■ **Activity**: Each record below must be written out exactly as given.

■ **Excerpted data**:
def read_sites_csv(path: str | os.PathLike, tolerance_deg: float | None = None, resurvey_years: float | None = None, today=None,
                   columns=None) -> list[Site]:
    """Read sites from a CSV: ``name, lat, lon, surveyed_variation, survey_date`` and optional
    ``tolerance_deg, resurvey_years`` and a height: ``alt`` with a unit in each value (``35 m``,
    ``120 ft``; a bare number is refused) or ``alt_m``/``alt_ft``/``alt_km`` (numbers in that unit).

    Empty optional cells take ``tolerance_deg`` / ``resurvey_years`` given here. Several rows with
    one name are that base's survey history: the latest survey is returned, with the earlier ones
    in ``Site.history`` (the rows must give the same position, within 0.001 degree, and different
    dates). Every error names the file and line. ``columns`` maps headingref's names to the file's
    (``"name=site,surveyed_variation=var_deg"``, :func:`headingref.tables.parse_column_mapping`).
    """
    from .io import read_table

    table = read_table(
        path,
        required=SITE_COLUMNS[:5],
        optional=SITE_COLUMNS[5:],
        what="compass bases",
        columns=columns,
    )
    try:
        height, height_unit = height_column(table.columns, "alt")
    except InputError as exc:
        raise InputError(f"{table.attrs['source']}: {exc}") from None
    sites = []
    for line, record in table.iterrows():
        where = f"{table.attrs['source']} line {line}"
        extra = {}
        for column, fallback in (("tolerance_deg", tolerance_deg), ("resurvey_years", resurvey_years)):
            cell = record.get(column, "") or ""
            if cell == "":
                extra[column] = fallback
                continue
            try:
                extra[column] = parse_number(cell, column)  # plain ASCII decimal only: 6_1 or nan refused
            except InputError as exc:
                raise InputError(f"{where}: {exc}") from None
        if not record["name"]:
            raise InputError(f"{where}: name is empty; give each base a name")
        cell = record[height] if height else ""
        try:
            alt = parse_height_km(cell, default_unit=height_unit, max_km=ROUTE_HEIGHT_MAX_KM) if cell else 0.0
        except InputError as exc:
            raise InputError(f"{where}: {exc}") from None
        sites.append(
            make_site(
                record["name"],
                record["lat"],
                record["lon"],
                record["surveyed_variation"],
                record["survey_date"],
                alt_km=alt,
                row=where,
                today=today,
                **extra,
            )
        )
    return _merge_history(sites)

■ **Output for this exercise**:
def read_sites_csv(path: str | os.PathLike, tolerance_deg: float | None = None, resurvey_years: float | None = None, today=None,
                   columns=None) -> list[Site]:
    """Read sites from a CSV: ``name, lat, lon, surveyed_variation, survey_date`` and optional
    ``tolerance_deg, resurvey_years`` and a height: ``alt`` with a unit in each value (``35 m``,
    ``120 ft``; a bare number is refused) or ``alt_m``/``alt_ft``/``alt_km`` (numbers in that unit).

    Empty optional cells take ``tolerance_deg`` / ``resurvey_years`` given here. Several rows with
    one name are that base's survey history: the latest survey is returned, with the earlier ones
    in ``Site.history`` (the rows must give the same position, within 0.001 degree, and different
    dates). Every error names the file and line. ``columns`` maps headingref's names to the file's
    (``"name=site,surveyed_variation=var_deg"``, :func:`headingref.tables.parse_column_mapping`).
    """
    from .io import read_table

    table = read_table(
        path,
        required=SITE_COLUMNS[:5],
        optional=SITE_COLUMNS[5:],
        what="compass bases",
        columns=columns,
    )
    try:
        height, height_unit = height_column(table.columns, "alt")
    except InputError as exc:
        raise InputError(f"{table.attrs['source']}: {exc}") from None
    sites = []
    for line, record in table.iterrows():
        where = f"{table.attrs['source']} line {line}"
        extra = {}
        for column, fallback in (("tolerance_deg", tolerance_deg), ("resurvey_years", resurvey_years)):
            cell = record.get(column, "") or ""
            if cell == "":
                extra[column] = fallback
                continue
            try:
                extra[column] = parse_number(cell, column)  # plain ASCII decimal only: 6_1 or nan refused
            except InputError as exc:
                raise InputError(f"{where}: {exc}") from None
        if not record["name"]:
            raise InputError(f"{where}: name is empty; give each base a name")
        cell = record[height] if height else ""
        try:
            alt = parse_height_km(cell, default_unit=height_unit, max_km=ROUTE_HEIGHT_MAX_KM) if cell else 0.0
        except InputError as exc:
            raise InputError(f"{where}: {exc}") from None
        sites.append(
            make_site(
                record["name"],
                record["lat"],
                record["lon"],
                record["surveyed_variation"],
                record["survey_date"],
                alt_km=alt,
                row=where,
                today=today,
                **extra,
            )
        )
    return _merge_history(sites)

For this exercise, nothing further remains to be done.